_Record set_:
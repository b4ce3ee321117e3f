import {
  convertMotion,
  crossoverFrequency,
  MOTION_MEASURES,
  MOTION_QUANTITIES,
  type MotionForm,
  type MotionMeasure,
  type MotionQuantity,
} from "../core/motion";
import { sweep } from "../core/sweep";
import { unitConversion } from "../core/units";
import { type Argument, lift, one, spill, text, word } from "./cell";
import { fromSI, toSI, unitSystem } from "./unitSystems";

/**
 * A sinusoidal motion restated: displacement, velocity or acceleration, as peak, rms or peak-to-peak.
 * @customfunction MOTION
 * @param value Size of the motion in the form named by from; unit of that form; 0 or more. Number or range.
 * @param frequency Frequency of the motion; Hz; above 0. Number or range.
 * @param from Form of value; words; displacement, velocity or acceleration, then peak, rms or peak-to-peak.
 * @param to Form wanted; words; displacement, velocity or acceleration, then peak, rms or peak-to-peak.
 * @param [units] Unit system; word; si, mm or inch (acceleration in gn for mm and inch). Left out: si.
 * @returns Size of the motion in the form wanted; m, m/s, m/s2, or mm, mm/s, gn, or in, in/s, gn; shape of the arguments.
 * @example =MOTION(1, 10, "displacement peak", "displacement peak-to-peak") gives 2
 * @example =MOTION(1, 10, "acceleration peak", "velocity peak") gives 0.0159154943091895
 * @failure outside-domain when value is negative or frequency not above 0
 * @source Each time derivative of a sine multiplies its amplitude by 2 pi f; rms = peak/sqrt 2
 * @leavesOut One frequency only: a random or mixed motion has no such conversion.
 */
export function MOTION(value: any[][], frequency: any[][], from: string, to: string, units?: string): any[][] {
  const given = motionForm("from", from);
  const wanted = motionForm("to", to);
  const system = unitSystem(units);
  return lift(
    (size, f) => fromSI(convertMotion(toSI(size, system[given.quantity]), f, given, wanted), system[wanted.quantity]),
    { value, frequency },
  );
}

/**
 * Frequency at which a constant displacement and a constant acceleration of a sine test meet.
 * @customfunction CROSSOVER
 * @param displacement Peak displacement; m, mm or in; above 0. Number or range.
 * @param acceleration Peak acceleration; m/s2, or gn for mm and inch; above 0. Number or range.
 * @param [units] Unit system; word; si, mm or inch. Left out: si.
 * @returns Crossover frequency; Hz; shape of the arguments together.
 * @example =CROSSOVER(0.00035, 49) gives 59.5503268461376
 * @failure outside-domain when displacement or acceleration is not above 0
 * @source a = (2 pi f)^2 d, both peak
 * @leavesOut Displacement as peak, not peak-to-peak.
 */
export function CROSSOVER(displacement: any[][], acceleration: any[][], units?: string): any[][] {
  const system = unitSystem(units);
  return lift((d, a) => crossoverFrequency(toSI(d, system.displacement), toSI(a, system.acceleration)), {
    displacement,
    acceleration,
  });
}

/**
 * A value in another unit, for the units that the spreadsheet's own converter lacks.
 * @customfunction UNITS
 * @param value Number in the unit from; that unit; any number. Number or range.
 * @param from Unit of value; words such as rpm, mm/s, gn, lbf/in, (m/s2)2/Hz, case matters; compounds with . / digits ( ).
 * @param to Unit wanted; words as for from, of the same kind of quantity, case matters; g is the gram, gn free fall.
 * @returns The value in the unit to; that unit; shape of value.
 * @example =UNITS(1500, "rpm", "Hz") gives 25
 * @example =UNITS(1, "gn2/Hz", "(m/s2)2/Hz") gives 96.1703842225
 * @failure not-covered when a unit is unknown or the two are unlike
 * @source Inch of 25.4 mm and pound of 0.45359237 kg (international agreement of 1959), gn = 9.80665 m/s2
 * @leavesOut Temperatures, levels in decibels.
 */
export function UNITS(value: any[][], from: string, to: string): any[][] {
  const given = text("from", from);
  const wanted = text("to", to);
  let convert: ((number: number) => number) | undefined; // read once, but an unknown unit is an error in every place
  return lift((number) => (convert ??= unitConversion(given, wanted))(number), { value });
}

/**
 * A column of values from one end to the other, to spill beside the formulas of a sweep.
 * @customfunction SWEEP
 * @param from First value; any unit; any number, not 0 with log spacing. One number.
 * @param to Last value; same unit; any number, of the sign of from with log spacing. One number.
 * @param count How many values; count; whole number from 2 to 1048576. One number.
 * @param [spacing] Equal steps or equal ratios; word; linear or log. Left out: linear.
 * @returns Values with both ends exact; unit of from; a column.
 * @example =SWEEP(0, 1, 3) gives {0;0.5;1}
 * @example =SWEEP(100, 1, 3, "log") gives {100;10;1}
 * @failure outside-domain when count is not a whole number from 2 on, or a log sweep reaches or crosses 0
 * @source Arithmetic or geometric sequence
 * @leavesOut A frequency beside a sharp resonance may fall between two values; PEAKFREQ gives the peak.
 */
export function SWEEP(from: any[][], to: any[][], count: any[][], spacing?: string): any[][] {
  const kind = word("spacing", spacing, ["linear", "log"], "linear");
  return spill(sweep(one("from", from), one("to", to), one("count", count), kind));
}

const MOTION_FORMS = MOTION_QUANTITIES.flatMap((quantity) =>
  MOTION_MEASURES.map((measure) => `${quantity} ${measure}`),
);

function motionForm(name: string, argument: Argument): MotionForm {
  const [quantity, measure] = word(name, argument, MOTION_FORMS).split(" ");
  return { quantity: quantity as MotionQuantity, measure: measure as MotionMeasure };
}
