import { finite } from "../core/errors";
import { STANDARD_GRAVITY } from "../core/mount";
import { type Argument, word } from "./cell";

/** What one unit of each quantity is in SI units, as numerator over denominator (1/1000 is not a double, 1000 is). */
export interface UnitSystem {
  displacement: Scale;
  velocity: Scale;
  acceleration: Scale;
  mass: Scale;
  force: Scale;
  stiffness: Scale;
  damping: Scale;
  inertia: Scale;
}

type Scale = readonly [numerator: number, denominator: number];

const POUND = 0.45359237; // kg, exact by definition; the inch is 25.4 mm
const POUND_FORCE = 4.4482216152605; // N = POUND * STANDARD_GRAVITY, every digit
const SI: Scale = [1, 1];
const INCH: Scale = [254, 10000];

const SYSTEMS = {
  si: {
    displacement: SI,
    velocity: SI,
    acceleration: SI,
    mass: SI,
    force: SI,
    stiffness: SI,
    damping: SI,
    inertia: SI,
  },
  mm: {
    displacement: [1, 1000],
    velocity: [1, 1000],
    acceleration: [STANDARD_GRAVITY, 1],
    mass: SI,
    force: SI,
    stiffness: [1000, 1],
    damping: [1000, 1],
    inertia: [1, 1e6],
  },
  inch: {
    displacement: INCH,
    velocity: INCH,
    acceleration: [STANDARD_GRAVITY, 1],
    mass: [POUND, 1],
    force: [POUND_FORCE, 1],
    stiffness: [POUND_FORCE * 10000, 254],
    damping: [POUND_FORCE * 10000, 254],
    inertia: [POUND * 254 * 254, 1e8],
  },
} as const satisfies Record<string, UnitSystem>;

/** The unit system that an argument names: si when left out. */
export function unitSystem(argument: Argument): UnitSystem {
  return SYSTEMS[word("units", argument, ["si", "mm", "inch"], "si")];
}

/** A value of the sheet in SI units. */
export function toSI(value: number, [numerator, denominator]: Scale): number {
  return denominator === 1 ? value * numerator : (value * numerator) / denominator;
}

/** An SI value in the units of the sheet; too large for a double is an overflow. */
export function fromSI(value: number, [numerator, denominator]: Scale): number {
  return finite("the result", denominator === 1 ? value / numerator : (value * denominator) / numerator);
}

_Work instructions_: Extract every line above containing the word "leavesOut".

_Response for this exercise_:
 * @leavesOut One frequency only: a random or mixed motion has no such conversion.
 * @leavesOut Displacement as peak, not peak-to-peak.
 * @leavesOut Temperatures, levels in decibels.
 * @leavesOut A frequency beside a sharp resonance may fall between two values; PEAKFREQ gives the peak.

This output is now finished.